Load the graph database

You will use a VS Code debugging session to locally execute the graph_loader.py script. Follow the steps below to start a Graph Loader debug session in VS Code.

  1. In Visual Studio Code Run and Debug panel, select the Graph Loader option from the debug configurations dropdown list.

    Screenshot of the Run and Debug panel, with the Run and Debug configurations dropdown list expanded and the Graph Loader option highlighted.

  2. Select the Start Debugging button (or press F5 on your keyboard).

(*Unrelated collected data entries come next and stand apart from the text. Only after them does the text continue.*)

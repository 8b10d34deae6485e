"""Each provision of the shipped power rules gives the limit or the example that its own text publishes.

Sources stand beside the numbers; unless said otherwise they are the paragraph or standard that the row cites.
"""

import math

import pytest

from fellspan.links.rules import RuleCheck, check_power, find_rule, load_rules

UNCONFIRMED = {"fcc-15.407-5g8-ptp", "fcc-15.255-60-conducted"}
MHZ, GHZ = 1e6, 1e9


def checked(
    rule_id: str,
    gain_dbi: float,
    *,
    width_hz: float = 20 * MHZ,
    power_dbm: float | None = None,
    feeder_db: float = 0.0,
    peak_to_average_db: float | None = None,
    fixed_outdoors: bool = True,
) -> RuleCheck:
    rule = find_rule(rule_id)
    return check_power(
        rule,
        frequency_hz=0.5 * (rule.low_hz + rule.high_hz),
        bandwidth_hz=width_hz,
        power_dbm=power_dbm,
        gain_dbi=gain_dbi,
        feeder_loss_db=feeder_db,
        peak_to_average_db=peak_to_average_db,
        fixed_outdoors=fixed_outdoors,
    )


def numbers(check: RuleCheck) -> tuple[float, float]:
    """Highest setting and EIRP, dBm."""
    assert check.reason == ""
    assert check.highest_setting_dbm is not None
    assert check.allowed_eirp_dbm is not None
    return check.highest_setting_dbm, check.allowed_eirp_dbm


# 47 CFR 15.247(c)(1)(i): 1 dB less power for each 3 dB over 6 dBi, from 1 W; the table follows from that sentence.
@pytest.mark.parametrize(
    ("gain_dbi", "power_dbm", "eirp_dbm"),
    [(6, 30, 36), (9, 29, 38), (12, 28, 40), (18, 26, 44), (24, 24, 48), (30, 22, 52)],
)
def test_point_to_point_at_2g4_trades_three_db_of_gain_for_one_of_power(
    gain_dbi: float, power_dbm: float, eirp_dbm: float
) -> None:
    check = checked("fcc-15.247-2g4-ptp", gain_dbi)
    assert numbers(check) == pytest.approx((power_dbm, eirp_dbm), abs=1e-9)
    assert check.allowed_conducted_dbm == pytest.approx(power_dbm, abs=1e-9)
    assert check.binds == "conducted power"


# 47 CFR 15.247(b): 1 W and 6 dBi, then 1 dB less for each dB: 36 dBm EIRP whatever the antenna.
@pytest.mark.parametrize("rule_id", ["fcc-15.247-900", "fcc-15.247-2g4", "fcc-15.247-5g8"])
@pytest.mark.parametrize("gain_dbi", [6, 16, 30])
def test_the_plain_limit_is_36_dbm_eirp(rule_id: str, gain_dbi: float) -> None:
    assert numbers(checked(rule_id, gain_dbi)) == pytest.approx((36.0 - gain_dbi, 36.0), abs=1e-9)


def test_less_gain_earns_no_more_than_one_watt() -> None:
    assert numbers(checked("fcc-15.247-2g4", 2.0)) == pytest.approx((30.0, 32.0), abs=1e-9)


# 47 CFR 15.247(c)(1)(ii): no reduction with gain.
@pytest.mark.parametrize("gain_dbi", [6, 23, 34])
def test_point_to_point_at_5g8_keeps_one_watt(gain_dbi: float) -> None:
    assert numbers(checked("fcc-15.247-5g8-ptp", gain_dbi)) == pytest.approx((30.0, 30.0 + gain_dbi), abs=1e-9)


def test_8_dbm_in_3_khz_decides_for_a_narrow_emission() -> None:
    # 47 CFR 15.247(e): 8 dBm in 3 kHz; 8 + 10 log(30/3) = 18 dBm in 30 kHz.
    check = checked("fcc-15.247-2g4-ptp", 6.0, width_hz=30e3)
    assert numbers(check)[0] == pytest.approx(18.0, abs=1e-9)
    assert check.binds == "conducted density"


# 47 CFR 15.407(a), 5.15-5.25 GHz: to 23 dBi 1 W and 17 dBm/MHz, then 1 dB for each dB: 53 dBm.
@pytest.mark.parametrize(("gain_dbi", "eirp_dbm"), [(20, 50), (23, 53), (26, 53), (34, 53)])
def test_the_23_dbi_rule_ends_at_53_dbm(gain_dbi: float, eirp_dbm: float) -> None:
    assert numbers(checked("fcc-15.407-5g2-ptp", gain_dbi, width_hz=40 * MHZ))[1] == pytest.approx(eirp_dbm, abs=1e-9)


def test_17_dbm_a_megahertz_decides_under_20_mhz_and_falls_with_gain() -> None:
    check = checked("fcc-15.407-5g2-ptp", 26.0, width_hz=10 * MHZ)  # 17 + 10 - (26 - 23)
    assert numbers(check) == pytest.approx((24.0, 50.0), abs=1e-9)
    assert check.binds == "conducted density"


def test_an_outdoor_access_point_has_6_dbi() -> None:
    assert numbers(checked("fcc-15.407-5g2", 16.0, width_hz=40 * MHZ)) == pytest.approx((20.0, 36.0), abs=1e-9)
    assert "125 mW (21 dBm)" in " ".join(find_rule("fcc-15.407-5g2").conditions)
    assert "30 degrees" in " ".join(find_rule("fcc-15.407-5g2").conditions)


# 47 CFR 15.407(a): the lesser of 250 mW and 11 dBm + 10 log B, 11 dBm/MHz, 6 dBi.
@pytest.mark.parametrize("rule_id", ["fcc-15.407-5g3", "fcc-15.407-5g5"])
@pytest.mark.parametrize(
    ("width_mhz", "power_dbm"), [(10, 11 + 10), (20, 10 * math.log10(250)), (80, 10 * math.log10(250))]
)
def test_250_mw_or_11_dbm_and_10_log_b(rule_id: str, width_mhz: float, power_dbm: float) -> None:
    assert numbers(checked(rule_id, 6.0, width_hz=width_mhz * MHZ))[0] == pytest.approx(power_dbm, abs=1e-9)
    assert numbers(checked(rule_id, 23.0, width_hz=width_mhz * MHZ))[0] == pytest.approx(power_dbm - 17, abs=1e-9)
    assert "DFS" in " ".join(find_rule(rule_id).conditions)


def test_other_than_point_to_point_at_5g8_has_36_dbm() -> None:
    assert numbers(checked("fcc-15.407-5g8", 23.0)) == pytest.approx((13.0, 36.0), abs=1e-9)
    # 30 dBm in 500 kHz: 1 W fits into 500 kHz, half of it into 250 kHz is no more dense than that.
    assert find_rule("fcc-15.407-5g8").densities[0].power_dbm == 30.0
    assert find_rule("fcc-15.407-5g8").densities[0].per_hz == 500e3


def test_5850_to_5895_is_for_indoors() -> None:
    check = checked("fcc-15.407-5g9", 6.0)
    assert check.highest_setting_dbm is None
    assert "indoor" in check.reason


# 47 CFR 15.255(c): 40 dBm average and 43 dBm peak where the kinder limits for point-to-point do not hold.
@pytest.mark.parametrize("gain_dbi", [20.0, 38.0, 51.0])
def test_the_plain_limit_at_60_ghz_is_40_dbm_eirp_whatever_the_antenna(gain_dbi: float) -> None:
    check = checked("fcc-15.255-60", gain_dbi, width_hz=2160 * MHZ)
    assert numbers(check) == pytest.approx((40.0 - gain_dbi, 40.0), abs=1e-9)
    peaky = checked("fcc-15.255-60", gain_dbi, width_hz=2160 * MHZ, peak_to_average_db=8.0)
    assert numbers(peaky)[1] == pytest.approx(35.0, abs=1e-9)  # 43 less 8
    assert peaky.binds == "peak EIRP"


# 47 CFR 15.255(c): 82 dBm average, 2 dB less for each dB under 51 dBi, not under 40; peak 85 and 43 alike.
@pytest.mark.parametrize(
    ("gain_dbi", "eirp_dbm"), [(55, 82), (51, 82), (45, 70), (40, 60), (38, 56), (30, 40), (10, 40)]
)
def test_60_ghz_outdoors_falls_two_db_for_each_under_51_dbi(gain_dbi: float, eirp_dbm: float) -> None:
    check = checked("fcc-15.255-60-ptp", gain_dbi, width_hz=2160 * MHZ)
    assert numbers(check) == pytest.approx((eirp_dbm - gain_dbi, eirp_dbm), abs=1e-9)
    assert check.binds == "EIRP"
    assert any("peak" in note for note in check.notes)
    peaky = checked("fcc-15.255-60-ptp", gain_dbi, width_hz=2160 * MHZ, peak_to_average_db=8.0)
    assert numbers(peaky)[1] == pytest.approx(eirp_dbm + 3 - 8, abs=1e-9)
    assert peaky.binds == "peak EIRP"


# EIRP limit, density per MHz and the width from which the EIRP decides, as the standard or recommendation cited prints them.
EUROPE = [
    ("etsi-300328-2g4", 20.0, 10.0),  # EN 300 328 V2.2.2
    ("etsi-301893-5g2", 23.0, 10.0),  # EN 301 893 V2.2.1
    ("etsi-301893-5g3-tpc", 23.0, 10.0),  # EN 301 893 V2.2.1
    ("etsi-301893-5g3", 20.0, 7.0),  # EN 301 893 V2.2.1; the density is ours, 3 dB down, which the row says
    ("etsi-301893-5g5-tpc", 30.0, 17.0),  # EN 301 893 V2.2.1
    ("etsi-301893-5g5", 27.0, 14.0),  # EN 301 893 V2.2.1; the density is ours, 3 dB down, which the row says
    ("cept-0604-5g8", 36.0, 23.0),  # ECC/REC/(06)04, EN 302 502
    ("cept-0604-5g8-mesh", 33.0, 20.0),  # ECC/REC/(06)04, EN 302 502
    ("cept-7003-60-c1", 40.0, 23.0),  # ERC/REC 70-03 Annex 3, c1
    ("cept-7003-60-c2", 40.0, 23.0),  # ERC/REC 70-03 Annex 3, c2
    ("cept-7003-60-c3", 55.0, 38.0),  # ERC/REC 70-03 Annex 3, c3
]


@pytest.mark.parametrize(("rule_id", "eirp_dbm", "density_dbm"), EUROPE)
def test_european_rows_hold_eirp_and_density(rule_id: str, eirp_dbm: float, density_dbm: float) -> None:
    wide = checked(rule_id, 38.0, width_hz=80 * MHZ, feeder_db=1.0, fixed_outdoors=_outdoors(rule_id))
    assert wide.binds == "EIRP"
    assert numbers(wide) == pytest.approx((eirp_dbm - 38.0 + 1.0, eirp_dbm), abs=1e-9)
    narrow = checked(rule_id, 38.0, width_hz=5 * MHZ, fixed_outdoors=_outdoors(rule_id))
    assert narrow.binds == "EIRP density"
    assert numbers(narrow)[1] == pytest.approx(density_dbm + 10 * math.log10(5), abs=1e-9)


def _outdoors(rule_id: str) -> bool:
    return find_rule(rule_id).place not in ("indoors", "not fixed outdoors")


@pytest.mark.parametrize("rule_id", ["etsi-301893-5g2", "etsi-301893-5g3-tpc", "etsi-301893-5g3", "cept-7003-60-c1"])
def test_rows_that_are_not_for_fixed_outdoor_links_give_these_no_number(rule_id: str) -> None:
    check = checked(rule_id, 23.0)
    assert (check.highest_setting_dbm, check.allowed_eirp_dbm, check.breach_db) == (None, None, None)
    assert "door" in check.reason


def test_ten_megahertz_of_fixed_broadband_access_have_33_dbm() -> None:
    # ECC/REC/(06)04: 33 dBm EIRP for channels of 10 MHz; the density of 23 dBm/MHz says the same.
    assert numbers(checked("cept-0604-5g8", 23.0, width_hz=10 * MHZ))[1] == pytest.approx(33.0, abs=1e-9)


def test_27_dbm_at_the_port_decide_for_a_small_antenna() -> None:
    # ERC/REC 70-03 Annex 3, c2: at most 27 dBm at the antenna port.
    check = checked("cept-7003-60-c2", 8.0, width_hz=2160 * MHZ)
    assert numbers(check) == pytest.approx((27.0, 35.0), abs=1e-9)
    assert check.binds == "conducted power"


@pytest.mark.parametrize("rule_id", ["cept-7003-60-c3", "ecc-0901-60"])
def test_55_dbm_ask_for_an_antenna_of_30_dbi(rule_id: str) -> None:
    # ERC/REC 70-03 Annex 3, c3, and ECC/REC/(09)01: 55 dBm, at least 30 dBi.
    assert numbers(checked(rule_id, 45.0, width_hz=500 * MHZ))[1] == pytest.approx(55.0, abs=1e-9)
    assert checked(rule_id, 30.0, width_hz=500 * MHZ).highest_setting_dbm is not None
    small = checked(rule_id, 29.9, width_hz=500 * MHZ)
    assert small.highest_setting_dbm is None
    assert "30 dBi" in small.reason


def test_the_fixed_service_at_60_ghz_has_10_dbm_of_power() -> None:
    # ECC/REC/(09)01: transmitter power at most 10 dBm.
    check = checked("ecc-0901-60", 38.0, width_hz=500 * MHZ)
    assert numbers(check) == pytest.approx((10.0, 48.0), abs=1e-9)
    assert check.binds == "conducted power"


def test_rows_that_nobody_read_are_marked_and_give_no_number() -> None:
    assert {row.id for row in load_rules() if row.status == "unconfirmed"} == UNCONFIRMED
    for rule_id in UNCONFIRMED:
        check = checked(rule_id, 23.0, power_dbm=50.0)
        assert (check.highest_setting_dbm, check.allowed_conducted_dbm, check.allowed_eirp_dbm) == (None, None, None)
        assert check.breach_db is None
        assert "unconfirmed" in check.sentence


def test_every_row_has_its_citation_and_date_and_is_tested_here() -> None:
    assert len({row.id for row in load_rules()}) == len(load_rules()) == 27
    for row in load_rules():
        assert row.citation.startswith(("47 CFR 15.", "ETSI EN 30", "ECC/REC", "ERC/REC"))
        assert row.seen
    with open(__file__, encoding="utf-8") as file:
        text = file.read()
    assert [row.id for row in load_rules() if f'"{row.id}"' not in text] == []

    Screenshot of the Start Debugging button highlighted next to the Run and Debug configurations dropdown list.

  3. Wait for the graph loader to finish running, indicated by the Graph data loaded successfully! message in the terminal output.

    Screenshot of the output panel, with Graph data loaded successfully highlighted.

Verify data load

You will execute openCypher queries using pgAdmin to verify the data load and explore relationships in your graph database.

  1. Return to pgAdmin and ensure it is connected to your PostgreSQL database.

  2. In the pgAdmin Object Explorer, expand databases under your PostgreSQL server.

  3. Right-click the contracts database and select Query Tool from the context menu.

  4. Before you can run cypher queries, you must set the ag_catalog schema in your path:

    Execute the following SQL commands in pgAdmin!

    SQL
    1
    SET search_path = ag_catalog, "$user", public;
    
  5. Now, run the following cypher query to view vendors with open invoices, the details of those invoices, and verify your graph database was loaded correctly:

    Execute the following SQL commands in pgAdmin!

    SQL
    1
    2
    3
    4
    5
    -- View vendors and SOWs, along with invoice details from edge properties
    SELECT * FROM ag_catalog.cypher('vendor_graph', $$
    MATCH (v:vendor)-[rel:has_invoices]->(s:sow)
    RETURN v.id AS vendor_id, v.name AS vendor_name, s.id AS sow_id, s.number AS sow_number, rel.payment_status AS payment_status, rel.amount AS invoice_amount
    $$) as graph_query(vendor_id BIGINT, vendor_name TEXT, sow_id BIGINT, sow_number TEXT, payment_status TEXT, invoice_amount FLOAT);
    

Congratulations! You have successfully loaded your graph database with data from PostgreSQL.